Litigation and settlement costs - From time to time, we are involved in disputes, litigation and other legal actions. In accordance with ASC 450, Contingencies, we record a charge equal to at least the minimum estimated liability for a loss contingency when both of the following conditions are met: (i) information available prior to issuance of the consolidated financial statements indicates that it is probable that an asset had been impaired or a liability had been incurred as of the date of the consolidated financial statements and (ii) the range of loss can be reasonably estimated. See Note 15 for additional information.

Recent accounting pronouncements not yet adopted
 
In May 2014, the FASB issued ASU 2014-09, Revenue from Contracts with Customers (ASU 2014-09), which requires management to recognize revenue when a customer obtains control rather than when we have transferred substantially all risks and rewards of a good or service and requires expanded disclosures. ASU 2014-09, as amended, is effective for annual reporting periods beginning after December 15, 2017, with early adoption permitted as of annual periods beginning after December 15, 2016. The adoption of ASU 2014-09 is not expected to have an impact on the Company’s consolidated financial position or results of operations.
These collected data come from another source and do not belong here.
"""A small 3D Cartesian ISMRMRD file and its reference values, with Debian's python3-h5py and numpy.

Debian's ismrmrd-tools 1.8 generator (ismrmrd_generate_cartesian_shepp_logan, used for the 2D
fixtures by generate_ismrmrd_fixture.sh) writes 2D acquisitions only: it has no option for a second
phase-encode axis. This script therefore writes the 3D file itself, following the standard:
  - the XML header after Debian's ismrmrd-schema 1.8 (/usr/share/ismrmrd/schema/ismrmrd.xsd; the
    script validates it against that schema with python3-lxml before writing):
    encodedSpace/matrixSize z > 1, encodingLimits kspace_encoding_step_1 and _2 with their centres,
    trajectory cartesian; plus invented subjectInformation and studyInformation, which the importer
    must drop;
  - the acquisition records with the compound type copied from the 2D file that ismrmrd-tools wrote
    (tests/fixtures/ismrmrd/shepp-logan-4coil.h5), so the binary layout is the reference
    implementation's: idx.kspace_encode_step_1 (ky) and idx.kspace_encode_step_2 (kz) per record,
    coils × samples complex float32 per record, channel-major;
  - noise-scan records flagged ACQ_IS_NOISE_MEASUREMENT (bit 19 of ismrmrd.h, numbered from 1).
The object: an invented 3D scene of ellipsoids over a 2× oversampled readout field of view
(32 × 16 × 12 voxels, x × y × z), seen by 4 coils with smooth Gaussian magnitude and linear phase;
k-space = orthonormal centred 3D DFT per coil plus complex Gaussian noise correlated across coils
(the same mixing matrix colours the noise scans).

Writes
  ../fixtures/ismrmrd/volume-3d-4coil.h5     the 3D file (with subject and study identifiers);
  ../fixtures/ismrmrd/volume-3d-missing.h5  the same without the record at (ky, kz) = (3, 5);
  fixtures/ismrmrd-3d-rss.json              header numbers and, computed the importer's way
    (readout oversampling removed by a centred orthonormal inverse DFT along x, keeping the central
    n/oversampling samples from n//2 − kept//2), the root-sum-of-squares volume
    sqrt(Σ_c |ifftnc(k_c)|²) (z, y, x order, x fastest), the noise covariance (numpy.cov) and the
    RSS volume of the coil volumes prewhitened with it (L⁻¹, Ψ = L·Lᴴ, numpy's Cholesky).
Run: /usr/bin/python3 tests/reference/generate_ismrmrd_3d_fixture.py
Bench size (tests/bench/raw-3d.bench.ts; the full file only, no reference values):
     /usr/bin/python3 tests/reference/generate_ismrmrd_3d_fixture.py --bench OUT COILS NX NY NZ
"""
import os
import sys

import h5py
import numpy as np
from lxml import etree

from coil_rss import prewhitened_rss, rss
from fixture_io import interleave, write as write_fixture

NOISE_BIT = 1 << 18  # ACQ_IS_NOISE_MEASUREMENT = 19 in ismrmrd.h (bits numbered from 1)
BENCH = len(sys.argv) == 7 and sys.argv[1] == "--bench"
COILS = int(sys.argv[3]) if BENCH else 4
OVERSAMPLING = 2
# Reconstructed matrix (readout x after oversampling removal).
NX, NY, NZ = (int(v) for v in sys.argv[4:7]) if BENCH else (16, 16, 12)
SAMPLES = OVERSAMPLING * NX
FOV_MM = (192.0, 192.0, 144.0)  # reconstructed field of view x, y, z
NOISE_RECORDS = 4
NOISE_LEVEL = 0.002
MISSING = (3, 5)  # (kspace_encode_step_1, kspace_encode_step_2) left out of the partial file

here = os.path.dirname(os.path.abspath(__file__))
fixture_dir = os.path.join(here, "..", "fixtures", "ismrmrd")
rng = np.random.default_rng(20261202)

with h5py.File(os.path.join(fixture_dir, "shepp-logan-4coil.h5"), "r") as f:
    record_dtype = f["dataset/data"].dtype


def centred(fn, x, axes):
    return np.fft.fftshift(fn(np.fft.ifftshift(x, axes=axes), axes=axes, norm="ortho"), axes=axes)


# Object over the oversampled grid, coordinates in [-1, 1) of the reconstructed FOV along each axis.
z, y, x = np.meshgrid(
    (np.arange(NZ) - NZ // 2) / (NZ / 2),
    (np.arange(NY) - NY // 2) / (NY / 2),
    (np.arange(SAMPLES) - SAMPLES // 2) / (NX / 2),
    indexing="ij",
)
scene = np.zeros((NZ, NY, SAMPLES))
for (cx, cy, cz), (ax, ay, az), value in [
    ((0.0, 0.0, 0.0), (0.8, 0.9, 0.8), 1.0),
    ((-0.3, 0.2, 0.1), (0.25, 0.3, 0.35), 0.5),
    ((0.35, -0.25, -0.2), (0.2, 0.15, 0.3), -0.4),
    ((0.1, 0.45, 0.3), (0.1, 0.12, 0.2), 0.8),
]:
    scene += value * ((((x - cx) / ax) ** 2 + ((y - cy) / ay) ** 2 + ((z - cz) / az) ** 2) <= 1)

# Coil centres on a ring around the object (x, y), alternately above and below the centre in z.
angles = 2 * np.pi * (np.arange(COILS) + 0.5) / COILS
centres = [(1.27 * np.cos(a), 1.27 * np.sin(a), 0.3 * (-1) ** c) for c, a in enumerate(angles)]
maps = np.stack(
    [
        np.exp(-((x - cx) ** 2 + (y - cy) ** 2 + (z - cz) ** 2) / 1.5)
        * np.exp(1j * np.pi * (0.3 * c + 0.2 * x - 0.1 * y + 0.15 * z))
        for c, (cx, cy, cz) in enumerate(centres)
    ]
)
kspace = centred(np.fft.fftn, maps * scene, axes=(1, 2, 3))

# Receiver noise correlated across coils: n = A·w, w white complex, so Ψ ∝ A·Aᴴ.
mixing = np.eye(COILS) + 0.25 * np.tril(
    rng.standard_normal((COILS, COILS)) + 1j * rng.standard_normal((COILS, COILS)), -1
)


def coloured_noise(shape_per_coil):
    white = rng.standard_normal((COILS, *shape_per_coil)) + 1j * rng.standard_normal((COILS, *shape_per_coil))
    return NOISE_LEVEL * np.tensordot(mixing, white, axes=(1, 0))


kspace = (kspace + coloured_noise(kspace.shape[1:])).astype(np.complex64)
noise_scans = [coloured_noise((SAMPLES,)).astype(np.complex64) for _ in range(NOISE_RECORDS)]


def record(flags, step1, step2, samples):
    """One acquisition: `samples` is coils × SAMPLES complex64 (channel-major when flattened)."""
    r = np.zeros(1, dtype=record_dtype)
    head = r["head"][0]
    head["version"] = 1
    head["flags"] = flags
    head["number_of_samples"] = SAMPLES
    head["available_channels"] = COILS
    head["active_channels"] = COILS
    head["channel_mask"][0] = (1 << COILS) - 1
    head["center_sample"] = SAMPLES // 2
    head["sample_time_us"] = 5.0
    head["read_dir"] = (1, 0, 0)
    head["phase_dir"] = (0, 1, 0)
    head["slice_dir"] = (0, 0, 1)
    head["idx"]["kspace_encode_step_1"] = step1
    head["idx"]["kspace_encode_step_2"] = step2
    r["head"][0] = head
    r["traj"][0] = np.zeros(0, dtype=np.float32)
    r["data"][0] = np.ascontiguousarray(samples).view(np.float32).ravel()
    return r


noise_records = [record(NOISE_BIT, 0, 0, n) for n in noise_scans]
imaging = []
for kz in range(NZ):
    for ky in range(NY):
        imaging.append(((ky, kz), record(0, ky, kz, kspace[:, kz, ky, :])))

XML = f"""<?xml version="1.0"?>
<ismrmrdHeader xmlns="http://www.ismrm.org/ISMRMRD" xmlns:xsi="http://www.w3.org/2001/XMLSchema-instance" xmlns:xs="http://www.w3.org/2001/XMLSchema" xsi:schemaLocation="http://www.ismrm.org/ISMRMRD ismrmrd.xsd">
  <version>1</version>
  <subjectInformation>
    <patientName>Marrowind^Ilse</patientName>
    <patientID>INV-3D-0917</patientID>
    <patientBirthdate>1970-01-01</patientBirthdate>
  </subjectInformation>
  <studyInformation>
    <studyID>STUDY-BRACKENFORD-3D</studyID>
    <studyDescription>Invented 3D demo study Brackenford</studyDescription>
  </studyInformation>
  <acquisitionSystemInformation>
    <receiverChannels>{COILS}</receiverChannels>
    <institutionName>Invented Imaging Annex Fernholt</institutionName>
  </acquisitionSystemInformation>
  <experimentalConditions>
    <H1resonanceFrequency_Hz>63500000</H1resonanceFrequency_Hz>
  </experimentalConditions>
  <encoding>
    <encodedSpace>
      <matrixSize><x>{SAMPLES}</x><y>{NY}</y><z>{NZ}</z></matrixSize>
      <fieldOfView_mm><x>{OVERSAMPLING * FOV_MM[0]:.6f}</x><y>{FOV_MM[1]:.6f}</y><z>{FOV_MM[2]:.6f}</z></fieldOfView_mm>
    </encodedSpace>
    <reconSpace>
      <matrixSize><x>{NX}</x><y>{NY}</y><z>{NZ}</z></matrixSize>
      <fieldOfView_mm><x>{FOV_MM[0]:.6f}</x><y>{FOV_MM[1]:.6f}</y><z>{FOV_MM[2]:.6f}</z></fieldOfView_mm>
    </reconSpace>
    <encodingLimits>
      <kspace_encoding_step_1><minimum>0</minimum><maximum>{NY - 1}</maximum><center>{NY // 2}</center></kspace_encoding_step_1>
      <kspace_encoding_step_2><minimum>0</minimum><maximum>{NZ - 1}</maximum><center>{NZ // 2}</center></kspace_encoding_step_2>
    </encodingLimits>
    <trajectory>cartesian</trajectory>
  </encoding>
</ismrmrdHeader>
"""


# The header must follow the standard's schema (Debian ismrmrd-schema 1.8), checked with python3-lxml.
SCHEMA = "/usr/share/ismrmrd/schema/ismrmrd.xsd"
etree.XMLSchema(etree.parse(SCHEMA)).assertValid(etree.fromstring(XML.encode()))


def write(name, records):
    with h5py.File(os.path.join(fixture_dir, name), "w") as g:
        g.create_dataset("dataset/xml", data=[XML.encode()], dtype=h5py.string_dtype())
        g.create_dataset("dataset/data", data=np.concatenate(records), dtype=record_dtype)


if BENCH:
    with h5py.File(sys.argv[2], "w") as g:
        g.create_dataset("dataset/xml", data=[XML.encode()], dtype=h5py.string_dtype())
        g.create_dataset("dataset/data", data=np.concatenate(noise_records + [r for _, r in imaging]))
    sys.exit(0)
write("volume-3d-4coil.h5", noise_records + [r for _, r in imaging])
write("volume-3d-missing.h5", noise_records + [r for key, r in imaging if key != MISSING])

# Reference values, computed from the float32 samples as written, the importer's way.
samples = kspace.astype(np.complex128)
kept = SAMPLES // OVERSAMPLING
first = SAMPLES // 2 - kept // 2
profile = centred(np.fft.ifftn, samples, axes=(3,))[..., first : first + kept]
volume = centred(np.fft.ifftn, profile, axes=(1, 2))
noise = np.concatenate([n.astype(np.complex128) for n in noise_scans], axis=1)
cov, rss_whitened = prewhitened_rss(volume, noise)

result = {
    "source": f"tests/reference/generate_ismrmrd_3d_fixture.py with h5py {h5py.__version__}, numpy {np.__version__}",
    "coils": COILS,
    "readoutSamples": SAMPLES,
    "readoutOversampling": OVERSAMPLING,
    "encodedMatrix": [SAMPLES, NY, NZ],
    "reconMatrix": [NX, NY, NZ],
    "records": {"total": NOISE_RECORDS + NY * NZ, "imaging": NY * NZ, "noise": NOISE_RECORDS},
    "missing": {"step1": MISSING[0], "step2": MISSING[1]},
    "nx": NX,
    "ny": NY,
    "nz": NZ,
    "identifiers": ["Marrowind", "INV-3D-0917", "1970-01-01", "STUDY-BRACKENFORD-3D", "Brackenford", "Fernholt"],
    "rss": rss(volume).ravel().tolist(),
    "noiseSamples": int(noise.shape[1]),
    "noiseCovariance": interleave(cov).tolist(),
    "rssWhitened": rss_whitened.ravel().tolist(),
}
write_fixture("ismrmrd-3d-rss.json", result)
In November 2015, FASB issued ASU No. 2015-17, Balance Sheet Classification of Deferred Taxes, to simplify the presentation of deferred income taxes. The amendments in this Update require that deferred tax liabilities and assets be classified as noncurrent in a classified statement of financial position. The amendments in this Update apply to all entities that present a classified statement of financial position. The current requirement that deferred tax liabilities and assets of a tax-paying component of an entity be offset and presented as a single amount is not affected by the amendments in this Update. The amendments in this Update are effective for financial statements issued for annual periods beginning after December 15, 2016, and interim periods within those annual periods. Earlier application is permitted for all entities as of the beginning of an interim or annual reporting period. The adoption of ASU 2015-17 is not expected to have a significant impact on the Company’s consolidated financial position or results of operations.